Maximum likelihood phylogenetic trees of complete capulavirus genome nucleotide sequences, capulavirus replication-associated protein (Rep) amino acid sequences and capulavirus capsid protein (CP) amino acid sequences. The trees are rooted with representative sequences of each of the seven other known geminivirus genera. Branches with less than 80% approximate likelihood ratio test support have been collapsed

The Rep of PlLV shares 64-74% amino acid identity with those of other capulaviruses (Supplementary Figure 2) and 29-45% with those of other geminiviruses. The CP of PlLV shares 46-53% amino acid identity (Supplementary Figure 3) with those of other capulaviruses and 20-24% with those of other geminiviruses.
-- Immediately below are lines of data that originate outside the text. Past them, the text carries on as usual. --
"""Saved files: whole or not there, and each ending its own form."""

from __future__ import annotations

import csv
import json

import numpy as np
import pytest

from acsolve.report import save
from tests.cli.runner import acsolve, circuit

LEVEL = circuit("level_float")


def test_every_ending_of_a_sweep(tmp_path):
    """One run saves a sweep in every form, and says so in one line."""
    names = [tmp_path / f"sweep.{ending}" for ending in save.ENDINGS["sweep"]]
    found = acsolve("sweep", LEVEL, *(item for name in names for item in ("--save", name)))
    assert found.status == 0
    assert found.out == f"saved {', '.join(map(str, names))}\n"
    assert all(name.stat().st_size > 0 for name in names)
    assert sorted(item.name for item in tmp_path.iterdir()) == sorted(n.name for n in names)


def test_csv_npz_and_json_hold_the_same_doubles(tmp_path):
    """No form of a sweep loses a digit."""
    paths = {ending: tmp_path / f"sweep.{ending}" for ending in ("csv", "npz", "json")}
    assert acsolve("sweep", LEVEL, *(x for p in paths.values() for x in ("--save", p))).status == 0
    with paths["csv"].open(newline="") as stream:
        head, *rows = csv.reader(stream)
    (answer,) = json.loads(paths["json"].read_text())["answers"]
    arrays = np.load(paths["npz"])
    assert head[:4] == ["frequency (Hz)", "real", "imag", "gain (dB)"]
    keys = ["hertz", "real", "imag", "gain_db", "phase_deg", "phase_delay_s", "group_delay_s"]
    for place, key in enumerate(keys):
        assert [float(row[place]) for row in rows] == answer[key]
        if key in arrays:
            assert arrays[key].tolist() == answer[key]
    assert arrays["value"].real.tolist() == answer["real"]


def test_csv_has_rfc_4180_line_ends_and_no_comment(tmp_path):
    """The table is one head and one row each, ended by CR LF."""
    name = tmp_path / "sweep.csv"
    acsolve("sweep", LEVEL, "--at", "1Hz,2Hz", "--save", name)
    assert name.read_bytes().count(b"\r\n") == 3
    assert b"#" not in name.read_bytes()


def test_saved_json_is_what_json_prints(tmp_path):
    """--save x.json and --json give the same document."""
    name = tmp_path / "answer.json"
    acsolve("transfer", LEVEL, "--save", name)
    assert name.read_text() == acsolve("transfer", LEVEL, "--json").out


def test_cutoffs_as_a_table(tmp_path):
    """Every crossing is one row, with its closed form."""
    name = tmp_path / "cutoffs.csv"
    assert acsolve("cutoff", LEVEL, "--save", name).status == 0
    with name.open(newline="") as stream:
        (row,) = csv.DictReader(stream)
    assert row["closed form (rad/s)"] == "1/(R1*C1)"
    assert float(row["frequency (Hz)"]) == pytest.approx(1.02614, rel=1e-5)


@pytest.mark.parametrize("ending", save.PICTURES)
@pytest.mark.parametrize(
    ("command", "name"),
    [
        ("transfer", "swell_filter"),
        ("cutoff", "strain_antialias"),
        ("impedance", "clock_crystal"),
        ("sweep", "hum_notch"),
    ],
)
def test_pictures(tmp_path, command, name, ending):
    """Every kind of answer that has a curve is drawn, in each form of picture."""
    file = tmp_path / f"picture.{ending}"
    found = acsolve(command, circuit(name), "--save", file)
    assert found.status == 0, found.err
    assert file.read_bytes()[:5] in (b"<?xml", b"\x89PNG\r", b"%PDF-")


def test_nothing_is_saved_where_a_question_fails(tmp_path):
    """A failed command leaves the old file as it was, and none beside it."""
    file = tmp_path / "cutoff.json"
    file.write_text("old")
    found = acsolve("cutoff", LEVEL, "--reference", "infinity", "--save", file)
    assert found.status == 1
    assert [(item.name, item.read_text()) for item in tmp_path.iterdir()] == [
        ("cutoff.json", "old")
    ]


def test_two_sweeps_do_not_fit_one_table(tmp_path):
    """A table holds one sweep; more are refused before anything is written."""
    file = tmp_path / "two.circuit"
    file.write_text(
        "in -- R1 = 1k -- out -- C1 = 1n -- gnd\n"
        "ask sweep from in to out over 1 Hz .. 1 kHz\nask sweep from out to in over 1 Hz .. 1 kHz\n"
    )
    found = acsolve("sweep", file, "--save", tmp_path / "two.csv")
    assert found.status == 2
    assert not (tmp_path / "two.csv").exists()
    assert acsolve("sweep", file, "--save", tmp_path / "two.json").status == 0


def test_help_lists_what_can_be_saved():
    """The error for an unknown ending lists the right ones."""
    assert "csv, npz, json, svg, png or pdf" in acsolve("sweep", LEVEL, "--save", "x").err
We therefore conclude that these PlLV should be considered as isolates of a novel capulavirus species. Furthermore we suggest both that, as with ALCV, it may also be aphid transmitted, and that, as with EcmLV, its genomes may be encapsidated in twinned icosahedral virions [17]. The discovery of PlLV extends the known geographical and host-ranges of capulaviruses and reinforces the possibility raised in other plant virus metagenomics studies [4, 17] that, in the Eastern hemisphere at least, members of this new geminivirus genus may be as prevalent in the environment as begomoviruses or mastreviruses: viruses belonging to the two most thoroughly sampled geminivirus genera. The reason they may have evaded detection for so long could simply be that, as appears to be the case with EcmLV and PlLV, they might predominantly cause asymptomatic infections in their natural hosts.